• EXERCISE REQUIREMENTS
The lines of the records that include "toMatch" should all be copied.

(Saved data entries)
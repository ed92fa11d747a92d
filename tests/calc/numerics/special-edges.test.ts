import { describe, expect, it } from "vitest";
import { logGamma, normalCdf, normalQuantile, studentTCdf, studentTQuantile } from "../../../calc/numerics/special.ts";
import { expectRefusal } from "../../support/refusal.ts";

/** Relative difference |got − expected|/|expected|. */
const rel = (got: number, expected: number) => Math.abs(got - expected) / Math.abs(expected);

describe("logGamma", () => {
  it("gives ln Γ(1) = ln Γ(2) = 0 and ln Γ(3) = ln 2 (Γ(n) = (n − 1)!)", () => {
    expect(logGamma(1)).toBeCloseTo(0, 14);
    expect(logGamma(2)).toBeCloseTo(0, 14);
    expect(logGamma(3)).toBeCloseTo(Math.LN2, 14);
  });

  it("gives ln 170! = 706.5730622457874 (the largest factorial below the largest double; from memory)", () => {
    expect(rel(logGamma(171), 706.5730622457874)).toBeLessThan(1e-14);
  });

  it("follows Stirling's series at x = 10¹⁰: (x − ½)ln x − x + ½ln 2π + 1/(12x) (abramowitz-stegun-1964 6.1.41)", () => {
    const x = 1e10;
    const stirling = (x - 0.5) * Math.log(x) - x + 0.5 * Math.log(2 * Math.PI) + 1 / (12 * x);
    expect(rel(logGamma(x), stirling)).toBeLessThan(1e-14);
  });

  it("uses ln Γ(x) = −ln x − γx near 0, finite down to the smallest double (the reflection's π/sin πx would overflow there)", () => {
    // γ = 0.5772156649 (abramowitz-stegun-1964 6.1.3)
    expect(logGamma(Number.MIN_VALUE)).toBe(-Math.log(Number.MIN_VALUE));
    expect(logGamma(Number.MIN_VALUE)).toBeCloseTo(744.4400719213812, 12);
    expect(rel(logGamma(1e-12), -Math.log(1e-12) - 0.5772156649015329e-12)).toBeLessThan(1e-15);
  });

  it("reflects below ½: ln Γ(0.25) = ln 3.625609908221908 (Γ(¼), from memory)", () => {
    expect(rel(logGamma(0.25), Math.log(3.625609908221908))).toBeLessThan(1e-13);
    expect(rel(logGamma(1e-5), Math.log(99999.42279422554))).toBeLessThan(1e-12); // Γ(x) ≈ 1/x − γ near 0
  });

  it("refuses x of 0 or less and an x whose ln Γ passes the largest double, naming x", () => {
    expectRefusal(() => logGamma(0), "x", 0, "", "x must be greater than 0 (got 0)");
    expectRefusal(() => logGamma(-2), "x", -2, "", "x must be greater than 0 (got -2)");
    expectRefusal(() => logGamma(Number.NaN), "x", Number.NaN, "", "x must be a finite number (got not a number)");
    expectRefusal(() => logGamma(Number.MAX_VALUE), "x", Number.MAX_VALUE, "", "x must be small enough for the ln Γ(x) to stay finite (got 1.79769e+308)");
  });
});

describe("normalCdf", () => {
  // Φ(−z) values from memory, to the digits printed by standard tables extended to 15 significant figures
  // (abramowitz-stegun-1964 Table 26.1 prints Φ(1) = 0.8413447461, Φ(2) = 0.9772498681, Φ(3) = 0.9986501020).
  const tails = [
    { z: -1, p: 0.15865525393145705 },
    { z: -2, p: 0.02275013194817921 },
    { z: -3, p: 0.0013498980316300946 },
    { z: -5, p: 2.866515718791939e-7 },
    { z: -10, p: 7.619853024160527e-24 },
  ];
  it.each(tails)("gives Φ($z) = $p and Φ(−z) = 1 − Φ(z)", ({ z, p }) => {
    expect(rel(normalCdf({ z }), p)).toBeLessThan(1e-13);
    expect(normalCdf({ z: -z })).toBeCloseTo(1 - p, 15);
  });

  it("follows its Taylor series near 0: Φ(z) = ½ + (z − z³/6)/√(2π) + O(z⁵)", () => {
    for (const z of [-1e-8, -1e-3, 2e-3]) {
      expect(Math.abs(normalCdf({ z }) - (0.5 + (z - z ** 3 / 6) / Math.sqrt(2 * Math.PI))), String(z)).toBeLessThan(1e-15);
    }
    // Normal table (from memory): Φ(−0.1) = 0.460172, Φ(−0.5) = 0.308538, and z₀.₆ = 0.253347.
    expect(normalCdf({ z: -0.1 })).toBeCloseTo(0.460172, 6);
    expect(normalCdf({ z: -0.5 })).toBeCloseTo(0.308538, 6);
    expect(normalQuantile({ probability: 0.6 })).toBeCloseTo(0.253347, 6);
  });

  it("gives ½ at 0, 0 and 1 from |z| = 40 on, and a positive tail just inside", () => {
    expect(normalCdf({ z: 0 })).toBe(0.5);
    expect(normalCdf({ z: -0 })).toBe(0.5);
    expect(normalCdf({ z: -40 })).toBe(0);
    expect(normalCdf({ z: 40 })).toBe(1);
    expect(normalCdf({ z: -37 })).toBeGreaterThan(5e-300);
    expect(normalCdf({ z: -37 })).toBeLessThan(6e-300); // Φ(−37) = 5.73e-300 (Mills ratio φ(z)/|z| to 0.1 %)
  });

  it("refuses a z that is not a finite number, and a call without an object", () => {
    expectRefusal(() => normalCdf({ z: Number.NaN }), "z", Number.NaN, "", "z must be a finite number (got not a number)");
    expectRefusal(() => normalCdf({ z: Number.NEGATIVE_INFINITY }), "z", Number.NEGATIVE_INFINITY, "", "z must be a finite number (got minus infinity)");
    expectRefusal(() => normalCdf(null as never), "input", null, "", "input must be an object of named inputs (got null)");
  });
});

describe("normalQuantile", () => {
  // Normal table (from memory): z₀.₉ = 1.281552, z₀.₉₅ = 1.644854, z₀.₉₉ = 2.326348, z₀.₉₉₉ = 3.090232.
  const table = [
    { p: 0.9, z: 1.281552 },
    { p: 0.95, z: 1.644854 },
    { p: 0.99, z: 2.326348 },
    { p: 0.999, z: 3.090232 },
  ];
  it.each(table)("gives z($p) = $z to 6 decimals, and −z at 1 − p", ({ p, z }) => {
    expect(Math.abs(normalQuantile({ probability: p }) - z)).toBeLessThan(5e-7);
    expect(Math.abs(normalQuantile({ probability: 1 - p }) + z)).toBeLessThan(5e-7);
  });

  it("gives exactly +0 at p = ½", () => {
    expect(normalQuantile({ probability: 0.5 })).toBe(0);
  });

  it("inverts Φ deep in the lower tail, down to the smallest double", () => {
    const z = normalQuantile({ probability: 1e-300 });
    expect(z).toBeCloseTo(-37.0471, 4);
    expect(rel(normalCdf({ z }), 1e-300)).toBeLessThan(1e-12);
    expect(normalQuantile({ probability: Number.MIN_VALUE })).toBeCloseTo(-38.4616, 4);
  });

  it("refuses a probability of 0 or 1 by name", () => {
    expectRefusal(() => normalQuantile({ probability: 0 }), "probability", 0, "", "probability must be greater than 0 and less than 1 (got 0)");
    expectRefusal(() => normalQuantile({ probability: 1 }), "probability", 1, "", "probability must be greater than 0 and less than 1 (got 1)");
    expectRefusal(() => normalQuantile(undefined as never), "input", undefined, "", "input must be an object of named inputs (got nothing)");
  });
});

describe("studentTCdf", () => {
  it("is the Cauchy law at ν = 1: F(t) = ½ + arctan(t)/π (abramowitz-stegun-1964 26.7.3)", () => {
    for (const t of [-1e6, -3, -1, -0.25, 0.5, 2, 10, 1e6]) {
      expect(Math.abs(studentTCdf({ t, degreesOfFreedom: 1 }) - (0.5 + Math.atan(t) / Math.PI)), String(t)).toBeLessThan(1e-15);
    }
  });

  it("gives F(t) = ½ + t/(2√(2 + t²)) at ν = 2", () => {
    for (const t of [-5, -1, 0.3, 4]) {
      expect(Math.abs(studentTCdf({ t, degreesOfFreedom: 2 }) - (0.5 + t / (2 * Math.sqrt(2 + t * t)))), String(t)).toBeLessThan(1e-15);
    }
  });

  it("gives F(t) = ½ + [t/(√3(1 + t²/3)) + arctan(t/√3)]/π at ν = 3 (abramowitz-stegun-1964 26.7.3)", () => {
    for (const t of [-3, -1, 0.5, 2, 10]) {
      const exact = 0.5 + (t / (Math.sqrt(3) * (1 + (t * t) / 3)) + Math.atan(t / Math.sqrt(3))) / Math.PI;
      expect(Math.abs(studentTCdf({ t, degreesOfFreedom: 3 }) - exact), String(t)).toBeLessThan(1e-15);
    }
  });

  it("gives ½ at t = 0 whatever ν", () => {
    for (const nu of [0.5, 1, 3, 1e7]) expect(studentTCdf({ t: 0, degreesOfFreedom: nu })).toBe(0.5);
  });

  it("matches the t table at ν = 10: F(2.228) = 0.975 (t table, from memory, 3 decimals)", () => {
    expect(Math.abs(studentTCdf({ t: 2.228, degreesOfFreedom: 10 }) - 0.975)).toBeLessThan(1e-4);
  });

  it("stays a probability at a degree of freedom so small that ν/(ν + t²) is 0", () => {
    expect(studentTCdf({ t: 1e10, degreesOfFreedom: Number.MIN_VALUE })).toBe(1);
    expect(studentTCdf({ t: -1e10, degreesOfFreedom: Number.MIN_VALUE })).toBe(0);
  });

  it("refuses a t that is not finite and a ν of 0 or less, by name", () => {
    expectRefusal(() => studentTCdf({ t: Number.NaN, degreesOfFreedom: 3 }), "t", Number.NaN, "", "t must be a finite number (got not a number)");
    expectRefusal(() => studentTCdf({ t: 1, degreesOfFreedom: 0 }), "degreesOfFreedom", 0, "", "degreesOfFreedom must be greater than 0 (got 0)");
    expectRefusal(() => studentTCdf({ t: 1, degreesOfFreedom: -1 }), "degreesOfFreedom", -1, "", "degreesOfFreedom must be greater than 0 (got -1)");
  });
});

describe("studentTQuantile", () => {
  it("gives t = −cot(πp) at ν = 1 (Cauchy), in both tails", () => {
    for (const p of [1e-10, 0.01, 0.3]) {
      expect(rel(studentTQuantile({ probability: p, degreesOfFreedom: 1 }), -1 / Math.tan(Math.PI * p)), String(p)).toBeLessThan(1e-12);
      // The upper tail of the double nearest 1 − p is 1 − (1 − p), not p itself (1e-10 is known there only to 1e-6).
      const upper = 1 - p;
      expect(rel(studentTQuantile({ probability: upper, degreesOfFreedom: 1 }), 1 / Math.tan(Math.PI * (1 - upper))), String(p)).toBeLessThan(1e-12);
    }
  });

  it("gives t = (2p − 1)/√(2p(1 − p)) at ν = 2", () => {
    for (const p of [1e-10, 0.01, 0.3, 0.7, 0.999999]) {
      const exact = (2 * p - 1) / Math.sqrt(2 * p * (1 - p));
      expect(rel(studentTQuantile({ probability: p, degreesOfFreedom: 2 }), exact), String(p)).toBeLessThan(1e-10);
    }
  });

  it("gives exactly 0 at p = ½, for small and large ν", () => {
    expect(studentTQuantile({ probability: 0.5, degreesOfFreedom: 3 })).toBe(0);
    expect(studentTQuantile({ probability: 0.5, degreesOfFreedom: 1e7 })).toBe(0);
  });

  it("uses the expansion about the normal quantile from ν = 10⁶ on, to second order (abramowitz-stegun-1964 26.7.5)", () => {
    const z = normalQuantile({ probability: 0.995 });
    const nu = 1e6;
    const second = z + (z ** 3 + z) / (4 * nu) + (5 * z ** 5 + 16 * z ** 3 + 3 * z) / (96 * nu * nu);
    expect(rel(studentTQuantile({ probability: 0.995, degreesOfFreedom: nu }), second)).toBeLessThan(1e-12);
    expect(rel(studentTQuantile({ probability: 0.005, degreesOfFreedom: nu }), -second)).toBeLessThan(1e-12);
  });

  it("refuses a probability outside (0, 1) and a ν of 0, by name", () => {
    expectRefusal(
      () => studentTQuantile({ probability: 0, degreesOfFreedom: 3 }),
      "probability",
      0,
      "",
      "probability must be greater than 0 and less than 1 (got 0)",
    );
    expectRefusal(
      () => studentTQuantile({ probability: 0.9, degreesOfFreedom: 0 }),
      "degreesOfFreedom",
      0,
      "",
      "degreesOfFreedom must be greater than 0 (got 0)",
    );
    expectRefusal(() => studentTQuantile(7 as never), "input", 7, "", "input must be an object of named inputs (got 7)");
  });
});
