/**
 * The mass-layout calculator in a real browser (Debian chromium via playwright-core): build a
 * three-part layout from the editor, read the centre of mass, apply the counterweight, reopen the
 * permalink and get the same numbers; errors beside fields; a malformed or hostile link; keyboard
 * reordering; and axe-core on the page in light and dark.
 */
import { describe, expect, it } from "vitest";
import type { Locator, Page } from "playwright-core";
import { axeViolations, useSite } from "../support/browser.ts";

const site = useSite();
const { origin, open } = site;
const PAGE = "/chapters/mass-layout/";

const out = (page: Page, name: string) => page.locator(`[data-out="${name}"]`).first().textContent();
const card = (page: Page, index: number) => page.locator(".mass-parts details").nth(index);
const input = (c: Locator, name: string) => c.locator(`[id$="-${name}"]`);
const OUTPUTS = ["total-mass", "com-x", "com-y", "com-z", "offset", "inertia-com", "unbalance", "grade", "grade-met", "sensor-true", "sensor-drift"];
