describe("tolerances", () => {
  it("leaves a component with atol = Infinity out of the error norm: the same steps as the other component alone", () => {
    const alone = solveOde({ rhs: decay, t0: 0, y0: [1], tEnd: 5, rtol: 1e-8, atol: 1e-10 });
    const pair = solveOde({
      rhs: (_t, y, f) => {
        f[0] = -y[0]!;
        f[1] = 50 * Math.cos(50 * y[1]!); // wild, but not counted
      },
      t0: 0,
      y0: [1, 0],
      tEnd: 5,
      rtol: [1e-8, 1e-8],
      atol: [1e-10, Number.POSITIVE_INFINITY],
    });
    expect({ steps: pair.steps, accepted: pair.accepted, rejected: pair.rejected }).toEqual({
      steps: alone.steps,
      accepted: alone.accepted,
      rejected: alone.rejected,
    });
    expect(pair.y[0]).toBe(alone.y[0]);
  });

  it("measures the error in the RMS norm: two copies of a problem take exactly the steps of one", () => {
    // err = √(1/n Σ (e_i/sc_i)²): n equal terms give the single term back (hairer-norsett-wanner-1 §II.4 (4.11)).
    const single = solveOde({ rhs: decay, t0: 0, y0: [1], tEnd: 5, rtol: 1e-8, atol: 1e-10, initialStep: 2 });
    const twice = solveOde({
      rhs: (_t, y, f) => {
        f[0] = -y[0]!;
        f[1] = -y[1]!;
      },
      t0: 0,
      y0: [1, 1],
      tEnd: 5,
      rtol: 1e-8,
      atol: 1e-10,
      initialStep: 2,
    });
    expect(single.rejected).toBeGreaterThan(0);
    expect({ accepted: twice.accepted, rejected: twice.rejected }).toEqual({ accepted: single.accepted, rejected: single.rejected });
    expect(twice.y[0]).toBe(single.y[0]);
  });

  it("takes per-component tolerances: a looser one on a component takes fewer steps", () => {
    const both = (rtol: number[]) => solveOde({ rhs: oscillator, t0: 0, y0: [0, 1], tEnd: 10, rtol, atol: 1e-12 }).accepted;
    expect(both([1e-4, 1e-4])).toBeLessThan(both([1e-10, 1e-4]));
    expect(both([1e-10, 1e-10])).toBeGreaterThan(both([1e-10, 1e-4]));
  });

  it("lets a component held at exactly 0 with atol = 0 count as no error (0/0 is taken as 0)", () => {
    // y₀' = 0 from 0 and y₁' = 1 from 1: with atol = 0 the first component's scale is 0, and so is its error.
    // Starting step: d0 = d1 = √((0 + (1/1e-6)²)/2) = 707 107 ⇒ h0 = 0.01, h1 = (0.01/707 107)^(1/5) = 0.0270.
    const { result: r, sizes } = run({
      rhs: (_t, _y, f) => {
        f[0] = 0;
        f[1] = 1;
      },
      y0: [0, 1],
      atol: 0,
    });
    expect(sizes[0]).toBeCloseTo((0.01 / (1e6 / Math.SQRT2)) ** 0.2, 15);
    expect(r.status).toBe("done");
    expect(Array.from(r.y)).toEqual([0, expect.closeTo(2, 14)]);
  });

  it("still refuses a non-finite state in a component left out of the error norm", () => {
    // y₁' = √(1 − t) turns NaN after t = 1: atol = ∞ leaves y₁ out of the norm, but not out of the finiteness check.
    const call = () =>
      solveOde({
        rhs: (t, _y, f) => {
          f[0] = 1;
          f[1] = Math.sqrt(1 - t);
        },
        t0: 0,
        y0: [0, 0],
        tEnd: 2,
        atol: [1e-9, Number.POSITIVE_INFINITY],
      });
    expect(call).toThrowError(OdeNonFiniteError);
  });

  it("refuses tolerances out of range, lists of the wrong length and an atol that leaves every component out", () => {
    const ode = new DormandPrince45(2);
    const go = (opts: OdeOptions) => () => ode.solve(oscillator, 0, [0, 1], 1, opts);
    expectRefusal(go({ rtol: 0 }), "rtol", 0, "", "rtol must be at least 1e-14 and at most 1 (got 0)");
    expectRefusal(go({ rtol: 2 }), "rtol", 2, "", "rtol must be at least 1e-14 and at most 1 (got 2)");
    expectRefusal(go({ rtol: Number.POSITIVE_INFINITY }), "rtol", Number.POSITIVE_INFINITY, "", "rtol must be a finite number (got infinity)");
    expectRefusal(go({ rtol: [1e-6, 1e-15] }), "rtol[1]", 1e-15, "", "rtol[1] must be at least 1e-14 and at most 1 (got 1e-15)");
    expectRefusal(go({ rtol: [1e-6] }), "rtol", 1, "", "rtol must be a number or a list of 2 (got 1)");
    expectRefusal(go({ rtol: [1e-6, Number.POSITIVE_INFINITY] }), "rtol[1]", Number.POSITIVE_INFINITY, "", "rtol[1] must be a finite number (got infinity)");
    expectRefusal(go({ atol: "1" as never }), "atol", "1", "", 'atol must be a number or a list of 2 (got "1")');
    expectRefusal(go({ atol: [1e-9, -1] }), "atol[1]", -1, "", "atol[1] must be at least 0 and at most 1.7976931348623157e+308 (got -1)");
    expectRefusal(
      go({ atol: Number.POSITIVE_INFINITY }),
      "atol",
      Number.POSITIVE_INFINITY,
      "",
      "atol must be finite for at least one component (got infinity)",
    );
    expectRefusal(
      go({ atol: [Number.POSITIVE_INFINITY, Number.POSITIVE_INFINITY] }),
      "atol",
      Number.POSITIVE_INFINITY,
      "",
      "atol must be finite for at least one component (got infinity)",
    );
    expect(ode.solve(oscillator, 0, [0, 1], 1, { rtol: 1, atol: [0, Number.POSITIVE_INFINITY] }).status).toBe("done");
    expect(ode.solve(oscillator, 0, [0, 1], 1, { rtol: 1e-14, atol: 1e-300 }).status).toBe("done");
  });

  it("integrates with atol = 0 (pure relative control) from a state with a zero component", () => {
    // sin and cos from (0, 1): ‖f(t0)‖ is infinite (a non-zero derivative where sc = 0). Before, the starting step came out
    // as 0.01·d0/∞ = 0 and the run ended at once with "step-too-small".
    const r = solveOde({ rhs: oscillator, t0: 0, y0: [0, 1], tEnd: 1, rtol: 1e-10, atol: 0 });
    expect(r.status).toBe("done");
    expect(r.y[0]).toBeCloseTo(Math.sin(1), 9);
    expect(r.y[1]).toBeCloseTo(Math.cos(1), 9);
  });
});
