/**
 * A part's problem in the parts editor's words (calc/mass/part-messages.ts): the field's label, the
 * rule with its limits and the value received, in the units the editor shows (mm and g, or in and
 * oz). 1 in = 25.4 mm, 1 oz = 28.349 523 125 g (NIST SP 811, appendix B).
 */
import { describe, expect, it } from "vitest";
import { CalcInputError } from "../../../calc/core/errors.ts";
import { describePartProblem } from "../../../calc/mass/part-messages.ts";

const refusal = (param: string, value: unknown, extra: Partial<ConstructorParameters<typeof CalcInputError>[0]> = {}) =>
  new CalcInputError({ param, value, expected: "greater than 0 m", unit: "m", ...extra });

describe("a part's problem in the editor's words", () => {
  it("says a thing that is not a refusal is not a valid part", () => {
    expect(describePartProblem(new Error("boom"))).toEqual({ label: "The part", rule: "is not a valid part" });
  });

  it("gives a range in the editor's units, with the value received", () => {
    expect(describePartProblem(refusal("part.shape.radius", -0.005, { range: { min: 0, max: 2 } }))).toEqual({
      label: "Radius",
      rule: "must be greater than 0 mm and at most 2000 mm (got -5 mm)",
    });
    expect(describePartProblem(refusal("parts[2].shape.radius", -0.0254, { range: { min: 0, max: 2 } }), { system: "us" }).rule).toMatch(/\(got -1 in\)$/);
  });

  it("calls the thickness of a ring or a rod its section diameter, and of anything else its thickness", () => {
    const thin = refusal("part.mass.thickness", -0.001, { range: { min: 0, max: 2 } });
    expect(describePartProblem(thin, { shape: "ring" }).label).toBe("Section diameter");
    expect(describePartProblem(thin, { shape: "rod" }).label).toBe("Section diameter");
    expect(describePartProblem(thin, { shape: "disk" }).label).toBe("Thickness");
    expect(describePartProblem(thin).label).toBe("Thickness");
    // Only the thickness: a ring's radius is still its radius.
    expect(describePartProblem(refusal("part.shape.radius", -0.005, { range: { min: 0, max: 2 } }), { shape: "ring" }).label).toBe("Radius");
  });

  it("names the fields that hold no number by their words, and anything else as the part", () => {
    expect(describePartProblem(refusal("part.shape.kind", "blob", { expected: "one of point, disk, ring" }))).toEqual({
      label: "Shape",
      rule: "must be one of point, disk, ring",
    });
    expect(describePartProblem(refusal("part.mass.material", "mithril", { expected: "a known material" })).label).toBe("Material");
    expect(describePartProblem(refusal("part.colour", 3, { expected: "absent" }))).toEqual({ label: "The part", rule: "must be absent" });
    // The first segment of the path is the part itself ("part", "parts[2]"), never a field.
    expect(describePartProblem(refusal("mass", 3, { expected: "a part" })).label).toBe("The part");
  });

  it("says a missing value is missing", () => {
    expect(describePartProblem(refusal("part.x", undefined))).toEqual({ label: "x", rule: "is missing" });
    expect(describePartProblem(refusal("part.x", "missing"))).toEqual({ label: "x", rule: "is missing" });
  });

  it("says a value that is not a number must be a number, worded by the caller", () => {
    expect(describePartProblem(refusal("part.x", "abc"), { received: (v) => JSON.stringify(v) })).toEqual({ label: "x", rule: 'must be a number (got "abc")' });
    // Even when the rule it broke compares with a limit: the limit means nothing for text.
    const text = refusal("part.shape.radius", "abc", { bound: { kind: "length", relation: "greater", limit: 0 } });
    expect(describePartProblem(text, { received: (v) => JSON.stringify(v) })).toEqual({ label: "Radius", rule: 'must be a number (got "abc")' });
  });

  it("states a relation to another field by that field's label and value, or to a fixed limit by the limit", () => {
    const inner = refusal("part.shape.innerRadius", 0.05, { bound: { kind: "length", relation: "less", limit: 0.04, other: "outerRadius" } });
    expect(describePartProblem(inner).rule).toBe("must be less than the outer radius (40 mm) (got 50 mm)");
    const fixed = refusal("part.shape.radius", 0, { bound: { kind: "length", relation: "greater", limit: 0 } });
    expect(describePartProblem(fixed).rule).toBe("must be greater than 0 mm (got 0 mm)");
    const unknownOther = refusal("part.shape.radius", 0, { bound: { kind: "length", relation: "at-least", limit: 0.001, other: "colour" } });
    expect(describePartProblem(unknownOther).rule).toBe("must be at least 1 mm (got 0 mm)");
  });

  it("shows a custom part's own inertia in g·cm² unless told otherwise, the editor's unit, not kg·m²", () => {
    // 1 kg·m² = 1000 g × 10⁴ cm² = 10⁷ g·cm², so −10⁻⁴ kg·m² = −1000 g·cm².
    const own = refusal("part.shape.inertiaZ", -1e-4, { unit: "kg·m²", bound: { kind: "inertia", relation: "at-least", limit: 0 } });
    expect(describePartProblem(own)).toEqual({ label: "Own inertia about z", rule: "must be at least 0 g·cm² (got -1000 g·cm²)" });
  });

  it("shows a mass in grams, or ounces in US units", () => {
    const heavy = refusal("part.mass.mass", 200, { unit: "kg", range: { min: 0, max: 100 } });
    expect(describePartProblem(heavy).rule).toMatch(/\(got 200000 g\)$/);
    expect(describePartProblem(heavy, { system: "us" }).rule).toMatch(/\(got 7054\.79 oz\)$/);
  });
});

• WRITTEN ANSWER
    expect(describePartProblem(refusal("parts[2].shape.radius", -0.0254, { range: { min: 0, max: 2 } }), { system: "us" }).rule).toMatch(/\(got -1 in\)$/);
    expect(describePartProblem(heavy).rule).toMatch(/\(got 200000 g\)$/);
    expect(describePartProblem(heavy, { system: "us" }).rule).toMatch(/\(got 7054\.79 oz\)$/);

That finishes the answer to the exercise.